Un nouveau style au sein de la FSSPX ?
L'abbé Meramo déforme complètement ce qu'a dit l'abbé Aulagner. Celui-ci n'a jamais admis une catholicisation de la Messe de Paul VI. Ce qu'il a admis est que le Pape, faisant marche arrière, fait un pas dans la ligne du retour (à la tradition ?), et au cas où il permettrait la libre célébration du rite ancien, il décreterait de fait la mort de la Nouvelle Messe.

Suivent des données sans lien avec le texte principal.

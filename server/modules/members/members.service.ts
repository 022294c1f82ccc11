import type { Member, Role } from '#shared/schemas/accounts.ts';
import { AppError } from '../../http/problem.ts';
import { audit, type AuditEntry } from '../audit/audit.ts';
import type { Tx } from '../auth/auth.types.ts';
import type { OrganizationAuth } from '../auth/session.ts';
import { setMemberRole } from '../organizations/organizations.queries.ts';
import { deleteMembership, findMember } from './members.queries.ts';

type Meta = Pick<AuditEntry, 'ip' | 'userAgent'>;

const toMember = (m: { userId: string; email: string; name: string; role: Role; joinedAt: Date }): Member => ({ ...m, joinedAt: m.joinedAt.toISOString() });

async function memberOrNotFound(tx: Tx, organizationId: string, userId: string) {
  const member = await findMember(tx, organizationId, userId);
  // Another organization's people are simply not found here: 404, never 403.
  if (!member) throw new AppError('not-found', 'No member with this id in your organization.');
  return member;
}

/** Changes a member's role (owners and admins). The owner's role moves only by transfer; nobody changes their own. */
export async function changeMemberRole(tx: Tx, auth: OrganizationAuth, userId: string, role: Exclude<Role, 'owner'>, meta: Meta): Promise<Member> {
  const member = await memberOrNotFound(tx, auth.organizationId, userId);
  if (userId === auth.user.id) throw new AppError('forbidden', 'You cannot change your own role. Another owner or admin can, or the owner can transfer ownership.');
  if (member.role === 'owner') throw new AppError('forbidden', "The owner's role changes only when the owner transfers ownership.");
  if (member.role === role) return toMember(member);
  await setMemberRole(tx, auth.organizationId, userId, role);
  await audit(tx, { ...meta, organizationId: auth.organizationId, actorUserId: auth.user.id, action: 'member.role_changed', targetType: 'user', targetId: userId, details: { email: member.email, from: member.role, to: role } });
  return toMember({ ...member, role });
}

/**
 * Removes a member (owners and admins), or lets anyone but the owner leave. The owner transfers ownership
 * before leaving, so an organization always has one.
 */
export async function removeMember(tx: Tx, auth: OrganizationAuth, userId: string, meta: Meta): Promise<void> {
  const leaving = userId === auth.user.id;
  if (!leaving && auth.role !== 'owner' && auth.role !== 'admin') {
    throw new AppError('forbidden', `Your role in this organization (${auth.role}) cannot remove members; it needs owner or admin.`, {
      extensions: { role: auth.role, requiredRoles: ['owner', 'admin'] },
    });
  }
  const member = await memberOrNotFound(tx, auth.organizationId, userId);
  if (member.role === 'owner') {
    throw leaving
      ? new AppError('conflict', 'Transfer ownership to another member before you leave this organization.')
      : new AppError('forbidden', 'The owner cannot be removed; the owner can transfer ownership and then be removed.');
  }
  await deleteMembership(tx, auth.organizationId, userId);
  await audit(tx, {
    ...meta,
    organizationId: auth.organizationId,
    actorUserId: auth.user.id,
    action: leaving ? 'member.left' : 'member.removed',
    targetType: 'user',
    targetId: userId,
    details: { email: member.email, role: member.role },
  });
}

export { toMember };
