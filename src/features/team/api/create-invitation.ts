import { useMutation, useQueryClient } from '@tanstack/react-query';
import { InvitationSchema, type CreateInvitationInput } from '#shared/schemas/accounts.ts';
import { apiRequest } from '../../../lib/api-client.ts';
import { apiPaths } from '../../../lib/api-paths.ts';
import { invitationsQueryOptions } from './get-invitations.ts';

export const createInvitation = (input: CreateInvitationInput) => apiRequest(apiPaths.invitations, { method: 'POST', body: input, schema: InvitationSchema });

export function useCreateInvitation() {
  const queryClient = useQueryClient();
  return useMutation({ mutationFn: createInvitation, onSuccess: () => queryClient.invalidateQueries(invitationsQueryOptions()) });
}
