/**
 * The console's playground: `POST /console-api/playground/<calculation>` runs a v1 calculation for the
 * signed-in member under one of the organization's server keys, chosen by id. The browser never holds a
 * server key (and /v1 refuses server keys from web pages on other sites); the call goes through the same
 * parts as a /v1 call instead: the key check (playground.service.ts), the request log, the shared schema,
 * the pure calculator, and `res.locals.sendMetered`, which counts the call against that key and its
 * organization's quota and rate before answering. It is counted and logged under the v1 endpoint it runs
 * (e.g. /v1/packs/energy), so Usage and the request log show it like any call.
 */
import { Router, type Request, type RequestHandler, type Response } from 'express';
import { parseCapacityLogCsv } from '#shared/calc/capacity-test/capacity-test.ts';
import { CapacityTestInputSchema } from '#shared/schemas/capacity-test.ts';
import { z } from 'zod';
import type { Db } from '../../db/client.ts';
import { AppError } from '../../http/problem.ts';
import { parseJsonBody, parseWith } from '../../http/validate.ts';
import { organizationAuth, requireRole } from '../auth/session.ts';
import { runCalc, sendCalcResult } from '../calc/calc-handler.ts';
import type { Platform } from '../metering/platform.ts';
import { PLAYGROUND_ROLES, playgroundCalculations, PlaygroundKeyIdSchema, type PlaygroundCalculation } from './playground.calcs.ts';
import { resolvePlaygroundKey } from './playground.service.ts';

const KeyIdOnlySchema = z.object({ keyId: PlaygroundKeyIdSchema });

/**
 * The request as the v1 API sees it, for the metering and request-log middlewares, which name a call by
 * `baseUrl + path`: a view over `req` with the v1 endpoint's path. `req` itself is not changed.
 */
function asV1Request(req: Request, endpoint: string): Request {
  return Object.create(req, {
    baseUrl: { value: '/v1', enumerable: true },
    path: { value: endpoint.slice('/v1'.length), enumerable: true },
  }) as Request;
}

function use(middleware: RequestHandler, req: Request, res: Response): void {
  let called = false;
  void middleware(req, res, () => {
    called = true;
  });
  if (!called) throw new Error('playground: a metering middleware did not call next() synchronously');
}

/** The calculation input of a parsed capacity-test body: the JSON input, or the CSV log parsed as /v1 parses it. */
function capacityInput(body: { input?: unknown; csv?: { text: string; ratedAh: number; chemistry?: string; label?: string } }): unknown {
  if (!body.csv) return body.input;
  const { text, ...query } = body.csv;
  const parsed = parseCapacityLogCsv(text);
  if (!parsed.ok) {
    // The same problem POST /v1/capacity-tests/evaluate gives for a text/csv body, pointing at the log.
    const listed = parsed.errors.filter((e) => e.row !== undefined).length;
    throw new AppError('validation-error', `The CSV log has ${listed === 1 ? 'a bad row' : 'bad rows'}: ${parsed.errors.map((e) => e.detail).join(' ')}`, {
      errors: parsed.errors.map((e) => ({ pointer: '#/csv/text', detail: e.detail, code: 'csv_row_invalid' })),
      extensions: { rows: parsed.errors.filter((e) => e.row !== undefined).map((e) => ({ row: e.row, ...(e.column ? { column: e.column } : {}), detail: e.detail })) },
    });
  }
  return parseWith(CapacityTestInputSchema, { ...query, samples: parsed.samples }, 'body');
}

function playgroundHandler(db: Db, platform: Platform, calc: PlaygroundCalculation): RequestHandler {
  const logRequest = platform.requestLog.middleware();
  return async (req, res) => {
    const v1Request = asV1Request(req, calc.endpoint);
    use(logRequest, v1Request, res);
    // The key first, as on /v1: a call with a usable key is logged even when its body fails validation.
    const { keyId } = parseJsonBody(KeyIdOnlySchema, req);
    res.locals.apiKey = await resolvePlaygroundKey(db, organizationAuth(res).organizationId, keyId);
    use(platform.metering.meterCalls, v1Request, res);
    const body = parseJsonBody(calc.body, req) as { input?: unknown; csv?: { text: string; ratedAh: number } };
    const input = calc.endpoint === '/v1/capacity-tests/evaluate' ? capacityInput(body) : body.input;
    await sendCalcResult(res, runCalc(calc.compute, input));
  };
}

export function playgroundConsoleRouter(deps: { db: Db; platform: Platform }) {
  const router = Router();
  for (const calc of playgroundCalculations) {
    router.post(calc.path, requireRole(...PLAYGROUND_ROLES), playgroundHandler(deps.db, deps.platform, calc));
  }
  return router;
}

Prétendre à un revirement total, d'un jour à l'autre, outre le fait d'être impratiquable,serait imprudent dans la situation actuelle ( après plus de 30 ans de NOM) car cela affecterait la gouvernabilité de l'Eglise; un médecin ne peut opérer un patient qui a souffert une grave hémoragie sans l'avoir au préalable préparé en lui faisant des transfusions.
C'est une question de temps.Quand il fut connu que Monseigneur Lefebvre était disposé à signer le protocole, d'aucuns protestèrent car ils considéraient que ce serait un biritualisme qui détruirait la Messe de toujours. Aujourd'hui la situation a totalement changé, ceux qui font marche arrière sont les modernistes. La Nouvelle Messe est démoralisée. Si on interdit le rock, si on décide que la Messe doit être célébrée dos au peuple,c'en est fini de la Nouvelle Messe, ite Missa est. Deo gratias. Comme l'a affirmé le Cardinal Arinze en décembre dans un entretien a 30 Giorni laisse entendre que maintenant le prêtre et le peuple ne seraient plus face à face durant la célébration.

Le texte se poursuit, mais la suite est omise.